As of v 1.10.2, the number of logs kept by the Windows RC is limited to a max of 10 files with a size limit of 20 MB.

Logging is enabled with the Windows Roaming Client by default. It is set up to hold 1 week's worth of log files and then delete the oldest one each time it gets to 7 log files.

Getting over these roaming client logs is one of the best ways for DNSFilter to diagnose the issue. If a computer with the Roaming Client installed is continually having an issue that can be replicated, please follow these steps:

- If your system tray icon is not hidden, you can utilize our Diagnostic Tool if you're running the 1.10.5 version of our roaming client or newer. If it is hidden, you can run this same script by downloading it here, and it will generate the files in C:\temp instead.

You will first right-click on the tray icon and select "Diagnostic Tool"

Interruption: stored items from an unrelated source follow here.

class TrendWindow:
    """Sliding window of (ts, value) for a Theil-Sen trend.

    ``size`` readings kept, ``min_readings`` before a trend is given. The fit is redone
    when ``refit_every`` readings have arrived since the last fit; in between, the last
    fit's line is carried forward to the latest reading (a 50-reading trend moves little
    in a few readings, and the fit is the costly part of detection).

    With ``speed_band`` (a fraction, e.g. 0.1) and speeds given to :meth:`add`, the window
    starts afresh when the running speed leaves ``speed_band`` of the speed at which the
    window started: a speed-dependent amplitude at another speed is a different operating
    point, not growth.
    """

    __slots__ = ("size", "min_readings", "refit_every", "speed_band", "ref_speed", "ts", "values",
                 "_fit", "_fit_ts", "_since_fit")

    def __init__(self, size: int = 50, min_readings: int = 10, refit_every: int = 1,
                 speed_band: float | None = None) -> None:
        if not isinstance(size, int) or size < 3:
            raise ValueError(f"size must be an integer >= 3 readings, got {size!r}.")
        if not isinstance(min_readings, int) or not 3 <= min_readings <= size:
            raise ValueError(f"min_readings must be an integer in [3, size], got {min_readings!r}.")
        if not isinstance(refit_every, int) or refit_every < 1:
            raise ValueError(f"refit_every must be an integer >= 1, got {refit_every!r}.")
        self.size = size
        self.min_readings = min_readings
        self.refit_every = refit_every
        self.speed_band = speed_band
        self.ref_speed: float | None = None
        self.ts: deque[float] = deque(maxlen=size)
        self.values: deque[float] = deque(maxlen=size)
        self._fit: Trend | None = None
        self._fit_ts = 0.0
        self._since_fit = 0

    def add(self, ts: float, value: float, speed_hz: float | None = None) -> bool:
        """Append one reading (seconds, feature unit; Hz for the speed band); a reading not
        later than the last one, or not finite, is left out. Returns :meth:`needs_fit`."""
        band = self.speed_band
        if band is not None and speed_hz is not None:
            ref = self.ref_speed
            if ref is None:
                self.ref_speed = float(speed_hz)
            elif abs(speed_hz - ref) > band * ref:
                self.clear()
                self.ref_speed = float(speed_hz)
        times = self.ts
        if (not times or ts > times[-1]) and math.isfinite(value) and math.isfinite(ts):
            times.append(float(ts))
            self.values.append(float(value))
            self._since_fit += 1
        return len(times) >= self.min_readings and (self._fit is None or self._since_fit >= self.refit_every)

    def clear(self) -> None:
        self.ts.clear()
        self.values.clear()
        self._fit = None
        self._since_fit = 0
        self.ref_speed = None

    def needs_fit(self) -> bool:
        return len(self.ts) >= self.min_readings and (self._fit is None or self._since_fit >= self.refit_every)

    def set_fit(self, trend: Trend) -> None:
        """Store a fit of the current window (from :meth:`trend` or a batch fit)."""
        self._fit = trend
        self._fit_ts = self.ts[-1]
        self._since_fit = 0

    def trend(self) -> Trend | None:
        """The trend at the latest reading (None with too few readings)."""
        if len(self.ts) < self.min_readings:
            return None
        if self.needs_fit():
            self.set_fit(theil_sen_trend(list(self.ts), list(self.values)))
        f = self._fit
        assert f is not None
        if self.ts[-1] == self._fit_ts:
            return f
        return Trend(f.slope_per_s, f.low_per_s, f.high_per_s,
                     f.fitted_now + f.slope_per_s * (self.ts[-1] - self._fit_ts), f.n)

    def snapshot(self) -> dict:
        """Exact JSON data (:mod:`monitor.detection.state_json`). ``ts`` and ``values`` are finite
        (:meth:`add` admits nothing else) and go as they are; the fit's interval ends are
        NaN when the window's values are all tied (zero variance of Kendall's S)."""
        f = self._fit
        return {"size": self.size, "min_readings": self.min_readings, "refit_every": self.refit_every,
                "speed_band": float_out(self.speed_band), "ref_speed": float_out(self.ref_speed),
                "ts": list(self.ts), "values": list(self.values),
                "fit": None if f is None else [*floats_out(f[:4]), f.n],
                "fit_ts": float_out(self._fit_ts), "since_fit": self._since_fit}

    @classmethod
    def restore(cls, data: dict) -> TrendWindow:
        """Rebuild from :meth:`snapshot`, the same window and fit to the bit."""
        w = cls(int(data["size"]), int(data["min_readings"]), int(data.get("refit_every", 1)),
                float_in(data.get("speed_band")))
        w.ref_speed = float_in(data.get("ref_speed"))
        w.ts.extend(floats_in(data.get("ts", [])))
        w.values.extend(floats_in(data.get("values", [])))
        f = data.get("fit")
        if f is not None:
            slope, low, high, fitted = floats_in(f[:4])
            w._fit = Trend(slope, low, high, fitted, int(f[4]))
        fit_ts = float_in(data.get("fit_ts"))
        w._fit_ts = 0.0 if fit_ts is None else fit_ts
        w._since_fit = int(data.get("since_fit", 0))
        return w


def fit_due_windows(windows: Sequence[TrendWindow]) -> None:
    """Refit every window of ``windows`` that is due (:meth:`TrendWindow.needs_fit`), one
    :func:`theil_sen_many` batch per distinct time axis (the features of one point share
    theirs); the same fits as each window's own :meth:`TrendWindow.trend`."""
    groups: list[tuple[TrendWindow, list[TrendWindow]]] = []
    for w in windows:
        if not w.needs_fit():
            continue
        ts = w.ts
        for first, ws in groups:
            # Same times (deques compare element by element); the ends are checked first.
            if first.ts[-1] == ts[-1] and first.ts[0] == ts[0] and first.ts == ts:
                ws.append(w)
                break
        else:
            groups.append((w, [w]))
    for first, ws in groups:
        t = np.fromiter(first.ts, float, len(first.ts))
        ys = np.fromiter(itertools.chain.from_iterable(w.values for w in ws), float,
                         len(ws) * t.size).reshape(len(ws), t.size)
        # Window times only ever increase (TrendWindow.add).
        fits = theil_sen_many(t - t[-1], ys, x_increasing=True)
        for w, (slope, inter, lo, hi) in zip(ws, fits, strict=True):
            w.set_fit(Trend(slope, lo, hi, inter, t.size))
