import { keepPreviousData, useQuery } from "@tanstack/react-query";
import { useSearchParams } from "react-router";
import type { InsightResponse } from "../../../../shared/schemas/insight.ts";
import { FormProblem } from "../../../components/ui/form-message.tsx";
import { insightQueryOptions } from "../api/get-insight.ts";
import { formatRange } from "../lib/format.ts";
import { checkRange, isoDay, rangeFromParams } from "../lib/range.ts";
import { FindingsByEquipment, FindingsByFlow, TimeToFinding } from "./findings-sections.tsx";
import { HeadlineFigures } from "./headline-figures.tsx";
import { RangeForm } from "./range-form.tsx";
import { ReviewsPerTech, SessionsPerTech } from "./tech-sections.tsx";

/** The shop lead's figures; the range lives in the address, so a view can be shared and survives a reload. */
export function InsightPage({ now = () => new Date() }: { now?: () => Date }) {
  const [params, setParams] = useSearchParams();
  const today = isoDay(now());
  const { from, to } = rangeFromParams(params, today);
  const { range, errors } = checkRange(from, to);
  const setRange = (next: { from: string; to: string }) => setParams(new URLSearchParams(next), { replace: true });
  // The last answer stays up while a new range loads, rather than the screen going blank.
  const insight = useQuery({ ...insightQueryOptions(range ?? { from: today, to: today }), enabled: range !== null, placeholderData: keepPreviousData });

  return (
    <div className="flex max-w-6xl min-w-0 flex-col gap-8">
      <div className="flex flex-col gap-1">
        <h1 className="text-step font-semibold">Shop insight</h1>
        <p className="max-w-[65ch] text-ink-muted">Which faults come in most, how long checks take, and how each tech's sessions fare at review, over the days you choose.</p>
      </div>
      <RangeForm from={from} to={to} today={today} errors={errors} onChange={setRange} />
      {range === null ? (
        <p className="text-ink-muted">Fix the dates above to see the figures.</p>
      ) : insight.isError ? (
        <FormProblem title="The figures did not load.">Check that this tablet is on the shop's network, then choose the range again or reload.</FormProblem>
      ) : insight.isPending ? (
        <p className="text-ink-muted">Loading the figures…</p>
      ) : insight.data.totals.sessions === 0 ? (
        <div className="flex flex-col gap-2 rounded-xl border-2 border-dashed border-line-strong px-5 py-4">
          <p className="font-semibold">No sessions in this range</p>
          <p>No check was started on the days chosen ({formatRange(range)}). Choose a longer range, or one that ends later.</p>
        </div>
      ) : (
        <Figures data={insight.data} />
      )}
    </div>
  );
}

function Figures({ data }: { data: InsightResponse }) {
  const range = { from: data.from, to: data.to };
  return (
    <div className="flex min-w-0 flex-col gap-8">
      <p className="text-lg font-semibold" aria-live="polite">
        Figures for sessions started {formatRange(range)}
      </p>
      <HeadlineFigures totals={data.totals} />
      <FindingsByFlow rows={data.findingsByFlow} range={range} />
      <FindingsByEquipment rows={data.findingsByEquipment} range={range} />
      <TimeToFinding rows={data.timeToFinding} range={range} />
      <SessionsPerTech rows={data.techs} range={range} />
      <ReviewsPerTech rows={data.techs} range={range} />
    </div>
  );
}
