import type { CsvValue } from "../lib/csv.ts";

export interface Column<T> {
  header: string;
  /** The CSV's heading, where its figure is written differently from the table's (minutes, percent). */
  csvHeader?: string;
  /** The cell as the table shows it. */
  text: (row: T) => string;
  /** The same figure for the CSV: a plain number where the table has one. */
  csv: (row: T) => CsvValue;
  numeric?: boolean;
}

/** The figures behind a chart as a plain table: the first column names each row. */
export function InsightTable<T>({ caption, columns, rows, rowKey }: { caption: string; columns: Column<T>[]; rows: T[]; rowKey: (row: T) => string }) {
  return (
    <div className="overflow-x-auto rounded-lg border-2 border-line">
      <table className="w-full border-collapse text-left tabular-figures">
        <caption className="px-4 pt-3 pb-2 text-left font-semibold">{caption}</caption>
        <thead>
          <tr className="border-b-2 border-line-strong bg-sunken">
            {columns.map((c) => (
              <th key={c.header} scope="col" className={`px-4 py-3 text-base font-semibold ${c.numeric ? "text-right" : ""}`}>
                {c.header}
              </th>
            ))}
          </tr>
        </thead>
        <tbody>
          {rows.map((row) => (
            <tr key={rowKey(row)} className="border-b border-line last:border-b-0">
              {columns.map((c, i) =>
                i === 0 ? (
                  <th key={c.header} scope="row" className="min-w-40 px-4 py-3 font-medium">
                    {c.text(row)}
                  </th>
                ) : (
                  <td key={c.header} className={`px-4 py-3 ${c.numeric ? "text-right" : ""}`}>
                    {c.text(row)}
                  </td>
                ),
              )}
            </tr>
          ))}
        </tbody>
      </table>
    </div>
  );
}
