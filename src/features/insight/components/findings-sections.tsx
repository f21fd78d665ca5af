import { equipmentKindLabels } from "../../../../shared/equipment.ts";
import type { InsightResponse } from "../../../../shared/schemas/insight.ts";
import { formatMinutes, roundMinutes } from "../lib/format.ts";
import { InsightBars } from "./insight-bars.tsx";
import { InsightSection } from "./insight-section.tsx";
import type { Column } from "./insight-table.tsx";

type Range = { from: string; to: string };
type ByFlow = InsightResponse["findingsByFlow"][number];
type ByEquipment = InsightResponse["findingsByEquipment"][number];
type Time = InsightResponse["timeToFinding"][number];

const count = (n: number) => n.toLocaleString("en-GB");

const byFlowColumns: Column<ByFlow>[] = [
  { header: "Flow", text: (r) => r.flowTitle, csv: (r) => r.flowTitle },
  { header: "Finding", text: (r) => r.findingTitle, csv: (r) => r.findingTitle },
  { header: "Sessions", text: (r) => count(r.count), csv: (r) => r.count, numeric: true },
];

export function FindingsByFlow({ rows, range }: { rows: ByFlow[]; range: Range }) {
  return (
    <InsightSection
      id="findings-per-flow"
      title="Findings per flow"
      intro="What completed checks ended on, flow by flow, most frequent first."
      caption="Completed sessions per flow and finding"
      columns={byFlowColumns}
      rows={rows}
      rowKey={(r) => `${r.flowId} ${r.findingStepId}`}
      range={range}
      charts={
        <InsightBars
          label="Bar chart of the findings per flow; the table below has the same figures."
          series={[{ key: "count", name: "Sessions", colour: "accent" }]}
          rows={rows.map((r) => ({ label: `${r.findingTitle} (${r.flowTitle})`, count: r.count, valueText: count(r.count) }))}
        />
      }
    />
  );
}

const byEquipmentColumns: Column<ByEquipment>[] = [
  { header: "Equipment", text: (r) => equipmentKindLabels[r.equipmentKind], csv: (r) => equipmentKindLabels[r.equipmentKind] },
  { header: "Finding", text: (r) => r.findingTitle, csv: (r) => r.findingTitle },
  { header: "Sessions", text: (r) => count(r.count), csv: (r) => r.count, numeric: true },
];

export function FindingsByEquipment({ rows, range }: { rows: ByEquipment[]; range: Range }) {
  return (
    <InsightSection
      id="findings-per-equipment"
      title="Findings per kind of equipment"
      intro="The same findings by the kind of machine they were found on."
      caption="Completed sessions per kind of equipment and finding"
      columns={byEquipmentColumns}
      rows={rows}
      rowKey={(r) => `${r.equipmentKind} ${r.findingTitle}`}
      range={range}
      charts={
        <InsightBars
          label="Bar chart of the findings per kind of equipment; the table below has the same figures."
          series={[{ key: "count", name: "Sessions", colour: "accent" }]}
          rows={rows.map((r) => ({ label: `${equipmentKindLabels[r.equipmentKind]}: ${r.findingTitle}`, count: r.count, valueText: count(r.count) }))}
        />
      }
    />
  );
}

const timeColumns: Column<Time>[] = [
  { header: "Flow", text: (r) => r.flowTitle, csv: (r) => r.flowTitle },
  { header: "Completed sessions", text: (r) => count(r.completed), csv: (r) => r.completed, numeric: true },
  { header: "Median time to a finding", csvHeader: "Median minutes to a finding", text: (r) => formatMinutes(r.medianMinutes), csv: (r) => roundMinutes(r.medianMinutes), numeric: true },
];

export function TimeToFinding({ rows, range }: { rows: Time[]; range: Range }) {
  return (
    <InsightSection
      id="time-to-finding"
      title="Time to a finding"
      intro="From starting a check to reaching its finding, the middle value of the completed sessions of each flow."
      caption="Median time from start to finding per flow"
      columns={timeColumns}
      rows={rows}
      rowKey={(r) => r.flowId}
      range={range}
      charts={
        <InsightBars
          label="Bar chart of the median time to a finding per flow; the table below has the same figures."
          unit="min"
          series={[{ key: "minutes", name: "Median minutes", colour: "accent" }]}
          rows={rows.map((r) => ({ label: r.flowTitle, minutes: Math.round(r.medianMinutes), valueText: formatMinutes(r.medianMinutes) }))}
        />
      }
    />
  );
}
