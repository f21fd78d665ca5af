import type { InsightResponse } from "../../../../shared/schemas/insight.ts";
import { formatShare, sharePercent } from "../lib/format.ts";
import { InsightBars } from "./insight-bars.tsx";
import { InsightSection } from "./insight-section.tsx";
import type { Column } from "./insight-table.tsx";

type Range = { from: string; to: string };
type Tech = InsightResponse["techs"][number];

const count = (n: number) => n.toLocaleString("en-GB");

const sessionColumns: Column<Tech>[] = [
  { header: "Tech", text: (r) => r.techName, csv: (r) => r.techName },
  { header: "Sessions started", text: (r) => count(r.sessions), csv: (r) => r.sessions, numeric: true },
  { header: "Completed", text: (r) => count(r.completed), csv: (r) => r.completed, numeric: true },
  { header: "Not finished", text: (r) => count(r.sessions - r.completed), csv: (r) => r.sessions - r.completed, numeric: true },
];

export function SessionsPerTech({ rows, range }: { rows: Tech[]; range: Range }) {
  return (
    <InsightSection
      id="sessions-per-tech"
      title="Sessions per tech"
      intro="Checks each tech started in the range, and how many reached a finding. Not finished counts those still open and those given up."
      caption="Sessions started and completed per tech"
      columns={sessionColumns}
      rows={rows}
      rowKey={(r) => r.techId}
      range={range}
      charts={
        <InsightBars
          label="Bar chart of the sessions per tech; the table below has the same figures."
          series={[
            { key: "completed", name: "Completed", colour: "accent" },
            { key: "unfinished", name: "Not finished", colour: "grey" },
          ]}
          rows={rows.map((r) => ({ label: r.techName, completed: r.completed, unfinished: r.sessions - r.completed, valueText: `${count(r.sessions)} started` }))}
        />
      }
    />
  );
}

const reviewColumns: Column<Tech>[] = [
  { header: "Tech", text: (r) => r.techName, csv: (r) => r.techName },
  { header: "Reviewed", text: (r) => count(r.reviewed), csv: (r) => r.reviewed, numeric: true },
  { header: "Sent back", text: (r) => count(r.returned), csv: (r) => r.returned, numeric: true },
  { header: "Sent-back rate", csvHeader: "Sent-back rate (%)", text: (r) => formatShare(r.returnRate), csv: (r) => sharePercent(r.returnRate), numeric: true },
  { header: "Flags", text: (r) => count(r.flags), csv: (r) => r.flags, numeric: true },
  { header: "Flagged sessions", text: (r) => count(r.flaggedSessions), csv: (r) => r.flaggedSessions, numeric: true },
];

export function ReviewsPerTech({ rows, range }: { rows: Tech[]; range: Range }) {
  return (
    <InsightSection
      id="reviews-per-tech"
      title="Sent back and flagged, per tech"
      intro="Of each tech's reviewed sessions, how many the shop lead sent back; and the automatic flags on their completed sessions."
      caption="Reviews, sent-back rate and flags per tech"
      columns={reviewColumns}
      rows={rows}
      rowKey={(r) => r.techId}
      range={range}
      charts={
        <div className="grid min-w-0 gap-6 xl:grid-cols-2">
          <figure className="flex min-w-0 flex-col gap-2">
            <figcaption className="text-lg font-semibold">Sent-back rate</figcaption>
            <InsightBars
              label="Bar chart of the sent-back rate per tech; the table below has the same figures."
              unit="%"
              series={[{ key: "rate", name: "Sent-back rate", colour: "accent" }]}
              rows={rows.map((r) => ({ label: r.techName, rate: sharePercent(r.returnRate) ?? 0, valueText: formatShare(r.returnRate) }))}
            />
          </figure>
          <figure className="flex min-w-0 flex-col gap-2">
            <figcaption className="text-lg font-semibold">Flags on completed sessions</figcaption>
            <InsightBars
              label="Bar chart of the flags per tech; the table below has the same figures."
              series={[{ key: "flags", name: "Flags", colour: "grey" }]}
              rows={rows.map((r) => ({ label: r.techName, flags: r.flags, valueText: count(r.flags) }))}
            />
          </figure>
        </div>
      }
    />
  );
}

After this, you'll be presented with the below screen, where you can select the reasoning for running this tool. These options do not affect how the tool will be run. It's purely for us. After you select an option, click "Run Diagnostics Now." It will then run and automatically open up your file explorer to Downloads, where there will be a zip file that contains everything we will need to troubleshoot your issue further.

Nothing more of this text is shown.